Kerry Barton (“Barton”) worked for Rona and was the Assistant Store Manager in its Barrie, Ontario location when his employment was terminated for just cause after an incident on April 17th, 2009.

The Rona store had scheduled an employee training program for April 17th, 2009. The training was to take place on the second floor of the store, but the store did not have an elevator. This presented a problem for one employee, Kai Malmstrom (“Malmstrom”), who used a wheelchair and was unable to access the second floor using the stairs. Although Barton assured Malmstrom that he would be trained on the ground level at a later date, Malmstrom and his co-worker had another idea.

The employees thought that Malmstrom could attend the April 17th training if he were to be lifted in his wheelchair to the second floor with a forklift. Malmstrom approached Barton about using the lift to attend the training. Barton expressed his discomfort with the idea and reiterated that Malmstrom would be trained at a later date, but did not expressly forbid Malmstrom and the other employee from executing their plan.

The forklift ride up and down went ahead (the “Incident”), and was even more dangerous than planned: the wheelchair was not secured to the skid during Malmstrom’s descent to the ground floor and the area around the forklift was not cleared during the lift. In fact, another employee walked under the forklift while Malmstrom was being lifted to the second floor.

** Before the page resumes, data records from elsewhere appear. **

from collections.abc import Callable
from dataclasses import replace
from pathlib import Path

import pytest

from diskwatch.machine import real
from diskwatch.machine.protocol import Address, Counted, Found
from diskwatch.machine.real import RealMachine
from diskwatch.machine.smartctl import Scan
from diskwatch.records import Drive, Identity, IoCounts, Kind, Mount, Outcome, Pass, Reading, Way
from tests.machine.recordings import FIXTURES
from tests.machine.trees import Tree

AT = 1_800_000_000
BEHIND_BRIDGE = Drive(
    identity=Identity(wwn="naa.5000f00000000009", model="INVENTED INSIDE", serial="INV-IN-9", path="/dev/sdb"),
    kind=Kind.USB,
    rotation_rpm=5400,
)


class Asked:
    """Stands where smartctl stands: answers as told, and keeps what it was asked."""

    def __init__(self) -> None:
        self.scanned = Scan(entries=(), trouble=None)
        self.answer = Pass(at=AT, outcome=Outcome.READ, reading=Reading(), took_ms=12)
        self.asked: list[Address] = []
        self.completed: list[int | None] = []
        self.stopped = False
        self.made_with: tuple[str, float] | None = None

    def make(self, command: str, timeout: float, now: Callable[[], int], *, kept: object) -> "Asked":
        assert now() == AT
        assert kept == ()
        self.made_with = (command, timeout)
        return self

    def scan(self) -> Scan:
        return self.scanned

    def ask(self, found: Found, *, completed: Callable[[], int | None]) -> Pass:
        self.asked.append(found.address)
        self.completed.append(completed())
        return self.answer

    def stop(self) -> None:
        self.stopped = True


@pytest.fixture
def smartctl(monkeypatch: pytest.MonkeyPatch) -> Asked:
    stand_in = Asked()
    monkeypatch.setattr(real, "Smartctl", stand_in.make)
    return stand_in


def machine(tree: Tree, only: tuple[str, ...] = (), ignore: tuple[str, ...] = ()) -> RealMachine:
    return RealMachine(
        command="smartctl",
        timeout=30.0,
        only=only,
        ignore=ignore,
        sys_root=tree.sys,
        proc_root=tree.proc,
        dev_root=tree.dev,
        now=lambda: AT,
    )


def devices(tree: Tree, only: tuple[str, ...] = (), ignore: tuple[str, ...] = ()) -> list[str]:
    return [found.place.device for found in machine(tree, only, ignore).survey().found]


@pytest.mark.usefixtures("smartctl")
def test_a_survey_says_what_lives_on_each_drive(tree: Tree):
    tree.partition(tree.sata(), "sda1", "8:1")
    tree.usb()
    tree.mount("8:1", "/no/such/folder/here", "ext4", "/dev/sda1")
    sata, stick = machine(tree).survey().found
    assert sata.place.lives_here == (Mount(point="/no/such/folder/here"),)
    assert stick.place.lives_here == ()


def test_a_suspended_drive_is_not_even_asked_for_the_size_of_its_file_systems(
    tree: Tree, smartctl: Asked, monkeypatch: pytest.MonkeyPatch
):
    monkeypatch.setattr(real, "measured", lambda *_: (1, 2))
    tree.sata("sda", files={"device/power/runtime_status": "suspended"})
    tree.sata("sdb", "8:16", port=4, files={"device/power/runtime_status": "active"})
    tree.mount("8:0", "/asleep", "ext4", "/dev/sda")
    tree.mount("8:16", "/awake", "ext4", "/dev/sdb")
    asleep, awake = machine(tree).survey().found
    assert asleep.place.lives_here == (Mount(point="/asleep"),)
    assert awake.place.lives_here == (Mount(point="/awake", used_bytes=1, total_bytes=2),)
    assert smartctl.asked == []


def test_without_smartctl_the_kernels_drives_are_listed_and_the_cure_is_told(tree: Tree, smartctl: Asked):
    tree.sata()
    smartctl.scanned = Scan(entries=(), trouble="smartctl was not found: install it")
    survey = machine(tree).survey()
    assert [found.place.device for found in survey.found] == ["/dev/sda"]
    assert survey.troubles == ("smartctl was not found: install it",)


def test_a_machine_without_sysfs_says_so_and_still_lists_what_the_scan_knows(tmp_path: Path, smartctl: Asked):
    smartctl.scanned = Scan(entries=(Address(node="/dev/bus/0", type="megaraid,7"),), trouble=None)
    survey = RealMachine(
        sys_root=tmp_path / "sys", proc_root=tmp_path, dev_root=tmp_path, now=lambda: AT
    ).survey()
    assert [found.place.device for found in survey.found] == ["/dev/bus/0 megaraid,7"]
    (trouble,) = survey.troubles
    assert "lists no block device" in trouble


@pytest.mark.usefixtures("smartctl")
def test_the_owner_may_name_the_drives_to_watch_or_to_leave_alone(tree: Tree):
    tree.sata("sda", serial="INV-1", wwid=None)
    tree.sata("sdb", "8:16", port=4, serial="INV-2", wwid=None)
    assert devices(tree, only=("inv-2",)) == ["/dev/sdb"]
    assert devices(tree, ignore=("/dev/sdb",)) == ["/dev/sda"]
    assert devices(tree, only=("INV-1", "INV-2"), ignore=("sda",)) == ["/dev/sdb"]


def test_a_suspended_drive_is_left_asleep(tree: Tree, smartctl: Asked):
    tree.sata(files={"device/power/runtime_status": "suspended"})
    watched = machine(tree)
    (found,) = watched.survey().found
    answer = watched.ask(found)
    assert (answer.at, answer.outcome, answer.reading) == (AT, Outcome.ASLEEP, None)
    assert answer.explanation == "It is suspended by the kernel and was not asked, since that would wake it."
    assert smartctl.asked == []


def test_a_drive_that_fell_asleep_after_the_survey_is_left_asleep_too(tree: Tree, smartctl: Asked):
    disk = tree.sata()
    watched = machine(tree)
    (found,) = watched.survey().found
    assert not found.asleep
    tree.put(disk / "device/power/runtime_status", "suspended")
    assert watched.ask(found).outcome is Outcome.ASLEEP
    assert watched.ask(replace(found, blocks=())).outcome is Outcome.READ
    assert len(smartctl.asked) == 1


def test_a_virtual_disk_is_asked_once_in_its_life(tree: Tree, smartctl: Asked):
    tree.virtio()
    smartctl.answer = Pass(at=AT, outcome=Outcome.GARBLED, explanation="odd", exit_bits=1, took_ms=9)
    watched = machine(tree)
    (found,) = watched.survey().found
    first, second = watched.ask(found), watched.ask(found)
    assert len(smartctl.asked) == 1
    assert first.outcome is second.outcome is Outcome.NO_SMART
    assert first.explanation == second.explanation
    assert first.explanation == "It is a virtual disk and has no SMART; its traffic is watched all the same."
    assert (first.took_ms, first.exit_bits) == (9, 1)
    assert (second.at, second.took_ms, second.exit_bits) == (AT, 0, None)


def test_a_virtual_disk_that_came_anew_is_asked_anew(tree: Tree, smartctl: Asked):
    disk = tree.virtio()
    smartctl.answer = Pass(at=AT, outcome=Outcome.NO_SMART, explanation="none")
    watched = machine(tree)
    (found,) = watched.survey().found
    watched.ask(found)
    tree.put(disk / "diskseq", "77")
    watched.ask(found)
    assert len(smartctl.asked) == 2


def test_a_missing_tool_is_told_as_such_for_a_virtual_disk_too(tree: Tree, smartctl: Asked):
    tree.virtio()
    smartctl.answer = Pass(at=AT, outcome=Outcome.NO_TOOL, explanation="no tool")
    watched = machine(tree)
    (found,) = watched.survey().found
    assert watched.ask(found) == watched.ask(found) == smartctl.answer


def test_a_virtual_disk_that_answers_after_all_is_believed(tree: Tree, smartctl: Asked):
    tree.virtio()
    watched = machine(tree)
    (found,) = watched.survey().found
    assert watched.ask(found) == watched.ask(found) == smartctl.answer
    assert len(smartctl.asked) == 2


def test_a_drives_requests_are_counted_for_whoever_asks_it(
    tree: Tree, smartctl: Asked, monkeypatch: pytest.MonkeyPatch
):
    tree.sata()
    watched = machine(tree)
    counts = IoCounts(reads=1, writes=3, read_bytes=0, write_bytes=0, read_ms=0, write_ms=0, busy_ms=0)
    monkeypatch.setattr(watched, "counts", lambda: {"sda": Counted(counts=counts, instance="1")})
    (found,) = watched.survey().found
    watched.ask(found)
    watched.ask(replace(found, blocks=("sda", "gone")))
    assert smartctl.completed == [4, None]
    tree.put(tree.sys / "block/sda/queue/iostats_passthrough", "0")
    watched.ask(found)
    assert smartctl.completed == [4, None, 4]
    tree.put(tree.sys / "block/sda/queue/iostats_passthrough", "1")
    watched.ask(found)
    assert smartctl.completed == [4, None, 4, None]


@pytest.mark.usefixtures("smartctl")
def test_another_device_under_the_same_name_is_another_instance(tree: Tree):
    disk = tree.usb()
    watched = machine(tree)
    first, same = (watched.survey().found[0].instance for _ in range(2))
    tree.put(disk / "diskseq", "77")
    assert first == same != watched.survey().found[0].instance


def test_what_a_drive_said_of_itself_holds_while_its_instance_lasts(tree: Tree, smartctl: Asked):
    disk = tree.usb()
    smartctl.answer = Pass(at=AT, outcome=Outcome.READ, drive=BEHIND_BRIDGE, reading=Reading())
    watched = machine(tree)
    (found,) = watched.survey().found
    assert found.drive.identity.serial == "INV-BRIDGE-7"
    watched.ask(found)
    smartctl.answer = Pass(at=AT, outcome=Outcome.TIMED_OUT, explanation="slow")
    watched.ask(found)
    (again,) = watched.survey().found
    assert again.drive == BEHIND_BRIDGE
    tree.put(disk / "diskseq", "77")
    (other,) = watched.survey().found
    assert other.drive.identity.serial == "INV-BRIDGE-7"


def test_a_drive_behind_a_bridge_is_dropped_once_it_says_that_it_is_not_meant(tree: Tree, smartctl: Asked):
    tree.usb()
    smartctl.answer = Pass(at=AT, outcome=Outcome.READ, drive=BEHIND_BRIDGE, reading=Reading())
    for only, left in (("INV-IN-9", 1), ("INV-ELSE", 0)):
        watched = machine(tree, only=(only,))
        (found,) = watched.survey().found
        watched.ask(found)
        assert len(watched.survey().found) == left


def test_command_and_time_limit_are_handed_on_and_a_stop_is_passed_down(tree: Tree, smartctl: Asked):
    watched = machine(tree)
    assert smartctl.made_with == ("smartctl", 30.0)
    assert not smartctl.stopped
    watched.stop()
    assert smartctl.stopped


@pytest.mark.usefixtures("smartctl")
def test_the_traffic_of_this_computers_drives_is_counted():
    here = RealMachine(now=lambda: AT)
    blocks = {block for found in here.survey().found for block in found.blocks}
    assert blocks <= here.counts().keys()


def test_an_ata_drive_that_only_the_scan_knows_as_scsi_is_read_through_sat_in_one_pass_and_so_ever_after(
    tree: Tree, tmp_path: Path
):
    command, log = tmp_path / "smartctl", tmp_path / "asked"
    command.write_text(
        "#!/bin/sh\n"
        f'echo "$*" >> {log}\n'
        'case "$*" in\n'
        "*--scan*) echo '/dev/sdq -d scsi # /dev/sdq, SCSI device';;\n"
        "*'-d scsi'*) printf 'smartctl 7.3 2022-02-28 r5338\\n\\n"
        "Probable ATA device behind a SAT layer\\nTry an additional -d sat argument.\\n'; exit 2;;\n"
        f"*) cat {FIXTURES / 'invented_hdd_failing' / 'all.txt'};;\n"
        "esac\n"
    )
    command.chmod(0o755)
    watched = RealMachine(
        command=str(command), sys_root=tree.sys, proc_root=tree.proc, dev_root=tree.dev, now=lambda: AT
    )
    for _ in range(2):
        (found,) = watched.survey().found
        assert found.blocks == ()
        assert watched.ask(found).outcome is Outcome.READ
    types = [line.split()[3] for line in log.read_text().splitlines() if "--scan" not in line]
    assert types == ["scsi", "sat", "sat"]


def test_after_a_restart_a_drive_behind_an_unknown_usb_adapter_costs_exactly_one_process(
    tree: Tree, tmp_path: Path
):
    unknown = FIXTURES / "invented_usb_bridge_unknown" / "all.txt"
    read = FIXTURES / "nvme_usb_asmedia_issue_97" / "all.txt"
    command, log = tmp_path / "smartctl", tmp_path / "asked"
    command.write_text(
        "#!/bin/sh\n"
        'case "$*" in *--scan*) exit 0;; esac\n'
        f'echo "$*" >> {log}\n'
        'case "$*" in\n'
        f"*'-d sntasmedia'*) cat {read};;\n"
        f"*--version*) head -1 {read};;\n"
        f"*) cat {unknown}; exit 1;;\n"
        "esac\n"
    )
    command.chmod(0o755)
    tree.usb()
    bridge = tree.sys / "devices/pci0000:00/0000:00:14.0/usb1/1-4"
    for name, text in (("idVendor", "174c"), ("idProduct", "2364"), ("bcdDevice", "0100")):
        tree.put(bridge / name, text)
    ways: tuple[Way, ...] = ()
    asked = []
    for _ in range(3):  # each time a program that has just been started
        log.write_text("")
        watched = RealMachine(
            command=str(command),
            ways=ways,
            sys_root=tree.sys,
            proc_root=tree.proc,
            dev_root=tree.dev,
            now=lambda: AT,
        )
        (found,) = watched.survey().found
        answer = watched.ask(found)
        assert answer.outcome is Outcome.READ
        ways = ways if answer.way is None else (answer.way,)
        asked.append(sum("--all" in line for line in log.read_text().splitlines()))
    assert asked == [4, 1, 1]


def test_no_self_test_is_begun_on_a_drive_that_the_kernel_has_suspended(tree: Tree, smartctl: Asked):
    disk = tree.sata()
    watched = machine(tree)
    (found,) = watched.survey().found
    tree.put(disk / "device/power/runtime_status", "suspended")
    refused = watched.begin_test(found, extended=False)
    assert refused is not None
    assert "suspended" in refused
    assert smartctl.asked == []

Thankfully, no one was hurt.

The decision was made to terminate Barton and the forklift driver for just cause. The Court acknowledged that Rona was culturally committed to workplace safety and noted that the Employee Hand Book made clear that violations like the Incident were listed as “Causes for Immediate Dismissal”. It was also noted that the Rona’s Code of Conduct required employees to comply with occupational health and safety regulations. The Court confirmed that it was Barton’s responsibility as a manager to enforce the safety rules. It was also held that Barton breached his obligations as a manager in failing to take the steps necessary to prevent the Incident.

However, the Court disagreed with Rona’s decision to terminate Barton for cause. Just cause termination is “the capital punishment of employment law” and a contextual approach must be followed when determining whether such a dismissal is warranted. The Court found that, although Barton’s misconduct was serious, his performance reviews were good, he did not have a disciplinary record and he was not involved in nor did he give explicit permission for the Incident. It was the Court’s view that some form of lesser discipline, such as a final warning or suspension, would have been effective in this case to avoid future incidents. The Court also recognized that Rona may have had good business reasons to send a message by terminating Barton, but that in so doing, they breached the employment contract in failing to provide him with reasonable notice of his dismissal. At 64 years old and having worked for Rona for less than four years, Barton was awarded 10 months’ notice as damages for wrongful dismissal.

Lessons for Employers

  1. One mistake (even a very serious one) may not be just cause. The Court in this case accepted that Barton made a serious mistake and that this exposed employees to a serious risk of harm and put the company at risk of liability. However, this was still not enough to constitute just cause for termination. When the proportionality test was applied, termination for cause was found to be too extreme given the circumstances.
  2. Consider progressive discipline as an alternative. Even where a policy or an employee handbook appears to list termination for cause as the only option, the full set of circumstances must be considered. If a lesser penalty would achieve the goal of avoiding repeated conduct, this should be seriously considered.
  3. Consider offering a severance package. Sometimes the misconduct in question seems so at odds with the company’s values or policies, that termination for cause seems like the only available course of action. It is not, and often comes with serious risk of litigation and liability. The goal of “sending a message” can often be equally achieved by terminating without cause.
  4. Don’t forget human rights. Had Malmstrom not attended the training session, he might have been successful in bringing a human rights complaint alleging failure to accommodate. However, employers should consult with qualified professionals and Joint Health and Safety Committee members to ensure that methods of accommodation do not create unnecessary hazards for the employee or any other workers in the workplace.